(Stored data entries)
########
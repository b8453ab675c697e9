-- Alerts raised and cleared by the rules of the configuration, and the webhook deliveries that
-- announce them. The outbox is durable: a delivery survives a restart and is retried until it
-- succeeds or its time runs out.

CREATE TABLE alerts (
  id            TEXT PRIMARY KEY,      -- UUID v7
  seq           INTEGER NOT NULL UNIQUE,
  rule          TEXT NOT NULL,
  model_name    TEXT NOT NULL,
  signal        TEXT NOT NULL,
  direction     TEXT NOT NULL CHECK (direction IN ('above', 'below')),
  threshold     REAL NOT NULL,
  window_ms     INTEGER NOT NULL,
  raised_value  REAL NOT NULL,
  raised_at     INTEGER NOT NULL,      -- Unix ms
  cleared_value REAL,
  cleared_at    INTEGER                -- NULL while raised
) STRICT;

CREATE INDEX alerts_open ON alerts (rule, model_name) WHERE cleared_at IS NULL;
CREATE INDEX alerts_time ON alerts (raised_at);

CREATE TABLE outbox (
  seq             INTEGER PRIMARY KEY, -- delivery order
  event_id        TEXT NOT NULL,       -- CloudEvents id, also the webhook-id of every attempt
  webhook         TEXT NOT NULL,       -- name of the webhook in the configuration
  ordering_key    TEXT NOT NULL,       -- rule and model: deliveries with one key go in order
  body            TEXT NOT NULL,       -- the event, exactly as signed and sent
  status          TEXT NOT NULL CHECK (status IN ('pending', 'delivered', 'failed')),
  attempts        INTEGER NOT NULL DEFAULT 0,
  created_at      INTEGER NOT NULL,
  next_attempt_at INTEGER NOT NULL,
  delivered_at    INTEGER,
  last_error      TEXT,
  UNIQUE (event_id, webhook)
) STRICT;

CREATE INDEX outbox_pending ON outbox (status, next_attempt_at);
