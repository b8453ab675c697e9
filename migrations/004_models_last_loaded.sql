-- When each bundle was last loaded, so that a report on a model by name uses the bundle that
-- serves it now, also after a rollback to an older version.
ALTER TABLE models ADD COLUMN last_loaded_at INTEGER NOT NULL DEFAULT 0;
UPDATE models SET last_loaded_at = first_loaded_at;
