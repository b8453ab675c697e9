-- "Checkpoint" names SQLite's WAL checkpoints; the records retention writes before it deletes the
-- oldest rows (the seq and chain hash of the last row removed) are retention cuts from here on.
ALTER TABLE chain_checkpoints RENAME TO retention_cuts;
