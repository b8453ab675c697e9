-- API keys, who sent each scored request, and the hash chain that makes changes to the audit log
-- evident. Rows logged before this migration are sealed into the chain once, the next time the
-- store opens (src/store/seal.ts); after that a row without a chain hash is a finding.

CREATE TABLE api_keys (
  id           TEXT PRIMARY KEY,       -- UUID v7; shown by `keys list`, used by `keys revoke`
  prefix       TEXT NOT NULL,          -- the first characters of the key, to recognise it
  hash         TEXT NOT NULL UNIQUE,   -- hex SHA-256 of the whole key; the key itself is never stored
  role         TEXT NOT NULL CHECK (role IN ('scorer', 'reader', 'admin')),
  label        TEXT NOT NULL,
  created_at   INTEGER NOT NULL,
  last_used_at INTEGER,
  revoked_at   INTEGER
) STRICT;

ALTER TABLE scored_requests ADD COLUMN key_label TEXT;
-- SHA-256 over the previous row's chain_hash and this row's canonical bytes (src/store/chain.ts).
ALTER TABLE scored_requests ADD COLUMN chain_hash BLOB;

-- Written before retention deletes rows: the chain hash of the last row removed, so that the rows
-- kept can still be verified from there.
CREATE TABLE chain_checkpoints (
  seq          INTEGER PRIMARY KEY,    -- the last seq removed
  chain_hash   BLOB NOT NULL,
  created_at   INTEGER NOT NULL,
  rows_removed INTEGER NOT NULL
) STRICT;

CREATE INDEX api_keys_prefix ON api_keys (prefix);

-- Present until the rows logged before this migration have been sealed, once.
CREATE TABLE chain_seal_pending (
  one INTEGER PRIMARY KEY CHECK (one = 1)
) STRICT;
INSERT INTO chain_seal_pending (one) VALUES (1);
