-- The audit log: the models that answered, one row per scored vector, and the requests refused.
-- Times are Unix milliseconds (UTC). Vectors are little-endian float64 so values round-trip exactly.

CREATE TABLE models (
  sha256          TEXT PRIMARY KEY,   -- the bundle's sealed hash
  name            TEXT NOT NULL,
  version         TEXT NOT NULL,
  features        TEXT NOT NULL,      -- JSON array of {name, unit}, in vector order
  classes         TEXT NOT NULL,      -- JSON array of class names, in probability order
  first_loaded_at INTEGER NOT NULL
) STRICT;

CREATE TABLE scored_requests (
  seq           INTEGER PRIMARY KEY,  -- commit order
  request_id    TEXT NOT NULL UNIQUE, -- UUID v7 given in the answer
  batch_id      TEXT,                 -- id of the score-batch call that carried it; NULL for single scoring
  received_at   INTEGER NOT NULL,
  model_sha256  TEXT NOT NULL REFERENCES models (sha256),
  model_name    TEXT NOT NULL,
  model_version TEXT NOT NULL,
  features      BLOB NOT NULL,        -- float64 LE, in models.features order
  tags          TEXT,                 -- JSON object of strings, NULL when none were sent
  label         TEXT NOT NULL,        -- predicted class
  probabilities BLOB NOT NULL,        -- float64 LE, in models.classes order
  margin        REAL NOT NULL,
  in_domain     INTEGER NOT NULL CHECK (in_domain IN (0, 1)),
  review        INTEGER NOT NULL CHECK (review IN (0, 1)),
  domain        TEXT NOT NULL,        -- JSON {checks, outside} as in the answer
  latency_us    INTEGER NOT NULL      -- from receipt to the answer being ready, before the commit
) STRICT;

CREATE INDEX scored_requests_model_time ON scored_requests (model_name, received_at);
CREATE INDEX scored_requests_time ON scored_requests (received_at);

CREATE TABLE rejected_requests (
  seq          INTEGER PRIMARY KEY,
  request_id   TEXT NOT NULL,         -- id of the refused HTTP request (as in the service log)
  received_at  INTEGER NOT NULL,
  method       TEXT NOT NULL,
  route        TEXT NOT NULL,         -- the URL path, without the query string
  model_name   TEXT,                  -- when the path names one
  status       INTEGER NOT NULL,
  problem_type TEXT NOT NULL,         -- the problem+json type sent back
  body_bytes   INTEGER                -- Content-Length as sent, when given
) STRICT;

CREATE INDEX rejected_requests_time ON rejected_requests (received_at);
########
▶ [EXERCISE AIM]: Reproduce every record above exactly as it is written.

▶ [COMPLETED EXERCISE]:
repository b8453ab675c697e9
-- Alerts raised and cleared by the rules of the configuration, and the webhook deliveries that
-- announce them. The outbox is durable: a delivery survives a restart and is retried until it
-- succeeds or its time runs out.

CREATE TABLE alerts (
  id            TEXT PRIMARY KEY,      -- UUID v7
  seq           INTEGER NOT NULL UNIQUE,
  rule          TEXT NOT NULL,
  model_name    TEXT NOT NULL,
  signal        TEXT NOT NULL,
  direction     TEXT NOT NULL CHECK (direction IN ('above', 'below')),
  threshold     REAL NOT NULL,
  window_ms     INTEGER NOT NULL,
  raised_value  REAL NOT NULL,
  raised_at     INTEGER NOT NULL,      -- Unix ms
  cleared_value REAL,
  cleared_at    INTEGER                -- NULL while raised
) STRICT;

CREATE INDEX alerts_open ON alerts (rule, model_name) WHERE cleared_at IS NULL;
CREATE INDEX alerts_time ON alerts (raised_at);

CREATE TABLE outbox (
  seq             INTEGER PRIMARY KEY, -- delivery order
  event_id        TEXT NOT NULL,       -- CloudEvents id, also the webhook-id of every attempt
  webhook         TEXT NOT NULL,       -- name of the webhook in the configuration
  ordering_key    TEXT NOT NULL,       -- rule and model: deliveries with one key go in order
  body            TEXT NOT NULL,       -- the event, exactly as signed and sent
  status          TEXT NOT NULL CHECK (status IN ('pending', 'delivered', 'failed')),
  attempts        INTEGER NOT NULL DEFAULT 0,
  created_at      INTEGER NOT NULL,
  next_attempt_at INTEGER NOT NULL,
  delivered_at    INTEGER,
  last_error      TEXT,
  UNIQUE (event_id, webhook)
) STRICT;

CREATE INDEX outbox_pending ON outbox (status, next_attempt_at);
repository b8453ab675c697e9
filename migrations/004_models_last_loaded.sql
-- When each bundle was last loaded, so that a report on a model by name uses the bundle that
-- serves it now, also after a rollback to an older version.
ALTER TABLE models ADD COLUMN last_loaded_at INTEGER NOT NULL DEFAULT 0;
UPDATE models SET last_loaded_at = first_loaded_at;
repository b8453ab675c697e9
-- "Checkpoint" names SQLite's WAL checkpoints; the records retention writes before it deletes the
-- oldest rows (the seq and chain hash of the last row removed) are retention cuts from here on.
ALTER TABLE chain_checkpoints RENAME TO retention_cuts;
repository b8453ab675c697e9
-- API keys, who sent each scored request, and the hash chain that makes changes to the audit log
-- evident. Rows logged before this migration are sealed into the chain once, the next time the
-- store opens (src/store/seal.ts); after that a row without a chain hash is a finding.

CREATE TABLE api_keys (
  id           TEXT PRIMARY KEY,       -- UUID v7; shown by `keys list`, used by `keys revoke`
  prefix       TEXT NOT NULL,          -- the first characters of the key, to recognise it
  hash         TEXT NOT NULL UNIQUE,   -- hex SHA-256 of the whole key; the key itself is never stored
  role         TEXT NOT NULL CHECK (role IN ('scorer', 'reader', 'admin')),
  label        TEXT NOT NULL,
  created_at   INTEGER NOT NULL,
  last_used_at INTEGER,
  revoked_at   INTEGER
) STRICT;

ALTER TABLE scored_requests ADD COLUMN key_label TEXT;
-- SHA-256 over the previous row's chain_hash and this row's canonical bytes (src/store/chain.ts).
ALTER TABLE scored_requests ADD COLUMN chain_hash BLOB;

-- Written before retention deletes rows: the chain hash of the last row removed, so that the rows
-- kept can still be verified from there.
CREATE TABLE chain_checkpoints (
  seq          INTEGER PRIMARY KEY,    -- the last seq removed
  chain_hash   BLOB NOT NULL,
  created_at   INTEGER NOT NULL,
  rows_removed INTEGER NOT NULL
) STRICT;

CREATE INDEX api_keys_prefix ON api_keys (prefix);

-- Present until the rows logged before this migration have been sealed, once.
CREATE TABLE chain_seal_pending (
  one INTEGER PRIMARY KEY CHECK (one = 1)
) STRICT;
INSERT INTO chain_seal_pending (one) VALUES (1);
-- The audit log: the models that answered, one row per scored vector, and the requests refused.
-- Times are Unix milliseconds (UTC). Vectors are little-endian float64 so values round-trip exactly.

CREATE TABLE models (
  sha256          TEXT PRIMARY KEY,   -- the bundle's sealed hash
  name            TEXT NOT NULL,
  version         TEXT NOT NULL,
  features        TEXT NOT NULL,      -- JSON array of {name, unit}, in vector order
  classes         TEXT NOT NULL,      -- JSON array of class names, in probability order
  first_loaded_at INTEGER NOT NULL
) STRICT;

CREATE TABLE scored_requests (
  seq           INTEGER PRIMARY KEY,  -- commit order
  request_id    TEXT NOT NULL UNIQUE, -- UUID v7 given in the answer
  batch_id      TEXT,                 -- id of the score-batch call that carried it; NULL for single scoring
  received_at   INTEGER NOT NULL,
  model_sha256  TEXT NOT NULL REFERENCES models (sha256),
  model_name    TEXT NOT NULL,
  model_version TEXT NOT NULL,
  features      BLOB NOT NULL,        -- float64 LE, in models.features order
  tags          TEXT,                 -- JSON object of strings, NULL when none were sent
  label         TEXT NOT NULL,        -- predicted class
  probabilities BLOB NOT NULL,        -- float64 LE, in models.classes order
  margin        REAL NOT NULL,
  in_domain     INTEGER NOT NULL CHECK (in_domain IN (0, 1)),
  review        INTEGER NOT NULL CHECK (review IN (0, 1)),
  domain        TEXT NOT NULL,        -- JSON {checks, outside} as in the answer
  latency_us    INTEGER NOT NULL      -- from receipt to the answer being ready, before the commit
) STRICT;

CREATE INDEX scored_requests_model_time ON scored_requests (model_name, received_at);
CREATE INDEX scored_requests_time ON scored_requests (received_at);

CREATE TABLE rejected_requests (
  seq          INTEGER PRIMARY KEY,
  request_id   TEXT NOT NULL,         -- id of the refused HTTP request (as in the service log)
  received_at  INTEGER NOT NULL,
  method       TEXT NOT NULL,
  route        TEXT NOT NULL,         -- the URL path, without the query string
  model_name   TEXT,                  -- when the path names one
  status       INTEGER NOT NULL,
  problem_type TEXT NOT NULL,         -- the problem+json type sent back
  body_bytes   INTEGER                -- Content-Length as sent, when given
) STRICT;

CREATE INDEX rejected_requests_time ON rejected_requests (received_at);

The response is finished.